_Stored data_.
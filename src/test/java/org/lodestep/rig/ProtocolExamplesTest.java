package org.lodestep.rig;

import static org.junit.jupiter.api.Assertions.assertEquals;
import static org.junit.jupiter.api.Assertions.assertNotNull;
import static org.junit.jupiter.api.Assertions.assertTrue;

import java.util.ArrayList;
import java.util.HexFormat;
import java.util.List;

import org.junit.jupiter.api.Test;

/**
 * The worked examples of firmware-protocol.md 1.1 against the virtual rig: the frames it sends carry the texts the
 * specification shows, and those texts encode to the bytes shown there, which were computed independently with
 * Python's zlib.crc32 and struct.pack, not with this codec.
 */
class ProtocolExamplesTest {

    private static String hex(Frame f) {
        return HexFormat.ofDelimiter(" ").withUpperCase().formatHex(FrameCodec.encode(f));
    }

    private static final class Host {
        final Transports.SimLink link;
        final FrameReader in;

        Host(String address) throws Exception {
            link = Transports.openSim(address);
            in = new FrameReader(link.host());
        }

        void send(int tag, String text) throws Exception {
            link.host().write(FrameCodec.encode(Frame.text(Frame.COMMAND, tag, text)));
        }

        Frame ask(int tag, String text) throws Exception {
            send(tag, text);
            return until(tag, 3000);
        }

        Frame until(int tag, int ms) throws Exception {
            while (true) {
                Frame f = in.next(ms);
                assertNotNull(f, "nothing tagged " + tag);
                if (f.tag() == tag) {
                    return f;
                }
            }
        }
    }

    @Test
    void crcResidueOfAnIntactFrameIsTheCataloguesResidueAfterTheFinalXor() {
        // G. Cook, Catalogue of parametrised CRC algorithms, CRC-32/ISO-HDLC: residue 0xDEBB20E3 before the final
        // XOR; a finished CRC over an intact frame's bytes 2.. (its CRC included) gives it XOR 0xFFFFFFFF
        byte[] ping = FrameCodec.encode(Frame.text(Frame.COMMAND, 1, "PING"));
        assertEquals(0xDEBB20E3L ^ 0xFFFFFFFFL, FrameCodec.crc32(ping, 2, ping.length - 2));
        assertEquals(0x2144DF1CL, FrameCodec.crc32(ping, 2, ping.length - 2));
    }

    @Test
    void handshakeAndRefusalBeforeHelloMatchExampleTwo() throws Exception {
        Host h = new Host("sim:salvage-8");
        Frame refused = h.ask(1, "CAPS");
        // firmware-protocol.md, example 2; bytes from Python's zlib.crc32
        assertEquals("A5 3C 45 01 29 00 31 30 20 56 45 52 53 49 4F 4E 20 6E 6F 20 73 65 73 73 69 6F 6E 3A 20 73 65 6E"
                + " 64 20 48 45 4C 4C 4F 20 31 20 66 69 72 73 74 F4 17 15 AE", hex(refused));
        Frame hello = h.ask(2, "HELLO 1 minor=1");
        assertEquals("OK proto=1 minor=1 rig=lodestep-virtual-rig fw=0.1.0 id=VR-KL-SALV-0417", hello.text());
        assertTrue(hex(hello).endsWith("34 31 37 04 05 FC 2F"), hex(hello));
        assertEquals("A5 3C 43 02 0F 00 48 45 4C 4C 4F 20 31 20 6D 69 6E 6F 72 3D 31 B5 F6 79 03",
                hex(Frame.text(Frame.COMMAND, 2, "HELLO 1 minor=1")));
    }

    @Test
    void stopDuringAStreamAndTheReRequestsMatchExamplesSevenAndEight() throws Exception {
        Host h = new Host("sim:salvage-8?realtime=1");
        h.ask(2, "HELLO 1 minor=1");
        Frame header = h.ask(10, "EMF pairs=1-2 seconds=1.5 rate_hz=2000");
        assertEquals("OK stream rate_hz=2000 frames=3000 block_frames=1020 blocks=3 channels=emf_1_2:v:0.001",
                header.text());
        Frame b0 = h.until(10, 3000);
        assertEquals(Frame.BLOCK, b0.type());
        h.send(11, "STOP");
        List<Frame> after = new ArrayList<>();
        while (after.stream().noneMatch(f -> f.type() == Frame.END)) {
            Frame f = h.in.next(3000);
            assertNotNull(f);
            if (f.tag() != 0) {
                after.add(f);
            }
        }
        // the STOP's answer first, then the end; bytes of example 7 from Python's zlib.crc32
        assertEquals("A5 3C 52 0B 07 00 4F 4B 20 73 61 66 65 9F 64 29 FF", hex(after.get(0)));
        Frame end = after.get(1);
        assertEquals("END status=stopped blocks=3 frames=3000 sent=1", end.text());
        assertTrue(hex(end).endsWith("BD C5 DA 4B"), hex(end));
        assertEquals("2 BAD_ARGUMENT seq=x7 is not an integer", h.ask(16, "RESEND seq=x7").text());
        h.send(17, "RESEND seq=3");
        assertEquals(end.text(), h.until(10, 2000).text());
        assertEquals("6 BLOCK_GONE block 2 has not been sent", h.ask(18, "RESEND seq=2").text());
    }

    @Test
    void insulationDwellCutShortMatchesExampleNine() throws Exception {
        Host h = new Host("sim:bench-4?realtime=1");
        h.ask(2, "HELLO 1 minor=1");
        String token = Fields.parse(h.ask(12, "INS ARM lead=1 volts=100").text()).get("token");
        h.send(13, "INS FIRE token=" + token + " seconds=60");
        assertEquals("OK busy", h.ask(0, "PING").text());
        assertEquals("3 BUSY an insulation test is running; only PING, RESEND, STOP and SAFE",
                h.ask(14, "RES 1 2").text());
        assertTrue(h.link.rig().energised(), "the test voltage is on during the dwell");
        assertEquals("OK safe", h.ask(15, "STOP").text());
        Frame fire = h.until(13, 3000);
        assertEquals("11 STOPPED insulation test cut short (stopped); supply off, winding discharged; no reading",
                fire.text());
        assertTrue(!h.link.rig().energised());
        // example 9's bytes for this answer, from Python's zlib.crc32
        assertTrue(hex(fire).endsWith("6E 6F 20 72 65 61 64 69 6E 67 2B 6F 26 EE"), hex(fire));
    }

    @Test
    void aDamagedLengthIsDroppedAndTheRetryIsAnsweredAsInExampleTwelve() throws Exception {
        Host h = new Host("sim:bench-4");
        h.ask(2, "HELLO 1");
        h.link.host().write(HexFormat.ofDelimiter(" ").parseHex("A5 3C 43 13 07 10 52 45 53 20 31 20 32 C1 1A 71 C0"));
        // the length was 3847 instead of 7: the rig gives the frame up after its timeouts and hears the retry
        h.link.host().write(HexFormat.ofDelimiter(" ").parseHex("A5 3C 43 13 07 0F 52 45 53 20 31 20 32 C1 1A 71 C0"));
        Thread.sleep(FrameCodec.FRAME_TIMEOUT_MS + 200L); // the host's reply timeout before its retry
        Frame f = h.ask(19, "RES 1 2");
        assertTrue(f.text().startsWith("OK ohm="), f.text());
    }
}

_The task_. Every line above that contains the word "String" should be reported.

_Output for this task_.
    private static String hex(Frame f) {
        Host(String address) throws Exception {
        void send(int tag, String text) throws Exception {
        Frame ask(int tag, String text) throws Exception {
        String token = Fields.parse(h.ask(12, "INS ARM lead=1 volts=100").text()).get("token");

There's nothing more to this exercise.